Data ::
□ □ □ □

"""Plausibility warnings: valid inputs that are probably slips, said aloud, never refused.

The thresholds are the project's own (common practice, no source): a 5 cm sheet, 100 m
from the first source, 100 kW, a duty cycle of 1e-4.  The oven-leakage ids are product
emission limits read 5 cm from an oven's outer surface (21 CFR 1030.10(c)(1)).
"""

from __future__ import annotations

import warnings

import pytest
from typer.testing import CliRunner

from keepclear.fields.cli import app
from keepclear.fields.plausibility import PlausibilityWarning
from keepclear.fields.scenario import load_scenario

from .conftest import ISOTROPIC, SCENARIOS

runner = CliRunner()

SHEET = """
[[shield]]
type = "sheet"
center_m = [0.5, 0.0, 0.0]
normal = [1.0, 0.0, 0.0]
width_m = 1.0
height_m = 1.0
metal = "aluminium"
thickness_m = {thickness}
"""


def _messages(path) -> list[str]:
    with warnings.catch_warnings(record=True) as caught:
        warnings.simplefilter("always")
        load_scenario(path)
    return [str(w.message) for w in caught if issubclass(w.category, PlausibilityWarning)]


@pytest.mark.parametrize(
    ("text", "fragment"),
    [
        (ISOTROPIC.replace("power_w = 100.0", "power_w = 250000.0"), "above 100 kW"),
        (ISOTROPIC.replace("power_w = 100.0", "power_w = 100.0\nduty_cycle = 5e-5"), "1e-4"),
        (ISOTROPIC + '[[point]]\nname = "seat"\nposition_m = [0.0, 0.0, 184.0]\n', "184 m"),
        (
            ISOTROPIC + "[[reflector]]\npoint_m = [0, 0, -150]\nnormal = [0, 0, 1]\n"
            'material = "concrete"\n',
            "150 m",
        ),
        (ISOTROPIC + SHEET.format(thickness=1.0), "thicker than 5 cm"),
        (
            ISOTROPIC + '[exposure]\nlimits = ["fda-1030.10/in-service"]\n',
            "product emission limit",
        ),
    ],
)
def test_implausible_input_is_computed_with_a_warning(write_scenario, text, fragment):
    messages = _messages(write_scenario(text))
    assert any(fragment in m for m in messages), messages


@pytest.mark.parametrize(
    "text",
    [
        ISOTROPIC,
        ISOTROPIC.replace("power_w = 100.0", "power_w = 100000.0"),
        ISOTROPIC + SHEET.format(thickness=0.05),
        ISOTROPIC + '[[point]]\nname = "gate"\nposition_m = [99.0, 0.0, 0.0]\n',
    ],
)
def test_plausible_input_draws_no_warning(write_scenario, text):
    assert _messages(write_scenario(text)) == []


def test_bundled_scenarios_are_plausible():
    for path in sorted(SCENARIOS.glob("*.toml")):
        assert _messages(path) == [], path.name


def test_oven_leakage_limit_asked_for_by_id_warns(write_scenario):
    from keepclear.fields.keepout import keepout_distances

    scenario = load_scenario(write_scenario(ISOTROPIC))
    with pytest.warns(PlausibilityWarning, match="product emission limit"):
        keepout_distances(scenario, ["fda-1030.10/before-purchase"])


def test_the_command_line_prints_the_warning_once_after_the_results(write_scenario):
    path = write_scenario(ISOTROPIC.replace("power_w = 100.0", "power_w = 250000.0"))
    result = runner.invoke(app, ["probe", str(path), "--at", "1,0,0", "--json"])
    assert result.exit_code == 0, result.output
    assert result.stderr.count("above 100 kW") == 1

□ □ □ □

Problem requirements :: Print all the records exactly as written.

Your solution ::
"""Plausibility warnings: valid inputs that are probably slips, said aloud, never refused.

The thresholds are the project's own (common practice, no source): a 5 cm sheet, 100 m
from the first source, 100 kW, a duty cycle of 1e-4.  The oven-leakage ids are product
emission limits read 5 cm from an oven's outer surface (21 CFR 1030.10(c)(1)).
"""

from __future__ import annotations

import warnings

import pytest
from typer.testing import CliRunner

from keepclear.fields.cli import app
from keepclear.fields.plausibility import PlausibilityWarning
from keepclear.fields.scenario import load_scenario

from .conftest import ISOTROPIC, SCENARIOS

runner = CliRunner()

SHEET = """
[[shield]]
type = "sheet"
center_m = [0.5, 0.0, 0.0]
normal = [1.0, 0.0, 0.0]
width_m = 1.0
height_m = 1.0
metal = "aluminium"
thickness_m = {thickness}
"""


def _messages(path) -> list[str]:
    with warnings.catch_warnings(record=True) as caught:
        warnings.simplefilter("always")
        load_scenario(path)
    return [str(w.message) for w in caught if issubclass(w.category, PlausibilityWarning)]


@pytest.mark.parametrize(
    ("text", "fragment"),
    [
        (ISOTROPIC.replace("power_w = 100.0", "power_w = 250000.0"), "above 100 kW"),
        (ISOTROPIC.replace("power_w = 100.0", "power_w = 100.0\nduty_cycle = 5e-5"), "1e-4"),
        (ISOTROPIC + '[[point]]\nname = "seat"\nposition_m = [0.0, 0.0, 184.0]\n', "184 m"),
        (
            ISOTROPIC + "[[reflector]]\npoint_m = [0, 0, -150]\nnormal = [0, 0, 1]\n"
            'material = "concrete"\n',
            "150 m",
        ),
        (ISOTROPIC + SHEET.format(thickness=1.0), "thicker than 5 cm"),
        (
            ISOTROPIC + '[exposure]\nlimits = ["fda-1030.10/in-service"]\n',
            "product emission limit",
        ),
    ],
)
def test_implausible_input_is_computed_with_a_warning(write_scenario, text, fragment):
    messages = _messages(write_scenario(text))
    assert any(fragment in m for m in messages), messages


@pytest.mark.parametrize(
    "text",
    [
        ISOTROPIC,
        ISOTROPIC.replace("power_w = 100.0", "power_w = 100000.0"),
        ISOTROPIC + SHEET.format(thickness=0.05),
        ISOTROPIC + '[[point]]\nname = "gate"\nposition_m = [99.0, 0.0, 0.0]\n',
    ],
)
def test_plausible_input_draws_no_warning(write_scenario, text):
    assert _messages(write_scenario(text)) == []


def test_bundled_scenarios_are_plausible():
    for path in sorted(SCENARIOS.glob("*.toml")):
        assert _messages(path) == [], path.name


def test_oven_leakage_limit_asked_for_by_id_warns(write_scenario):
    from keepclear.fields.keepout import keepout_distances

    scenario = load_scenario(write_scenario(ISOTROPIC))
    with pytest.warns(PlausibilityWarning, match="product emission limit"):
        keepout_distances(scenario, ["fda-1030.10/before-purchase"])


def test_the_command_line_prints_the_warning_once_after_the_results(write_scenario):
    path = write_scenario(ISOTROPIC.replace("power_w = 100.0", "power_w = 250000.0"))
    result = runner.invoke(app, ["probe", str(path), "--at", "1,0,0", "--json"])
    assert result.exit_code == 0, result.output
    assert result.stderr.count("above 100 kW") == 1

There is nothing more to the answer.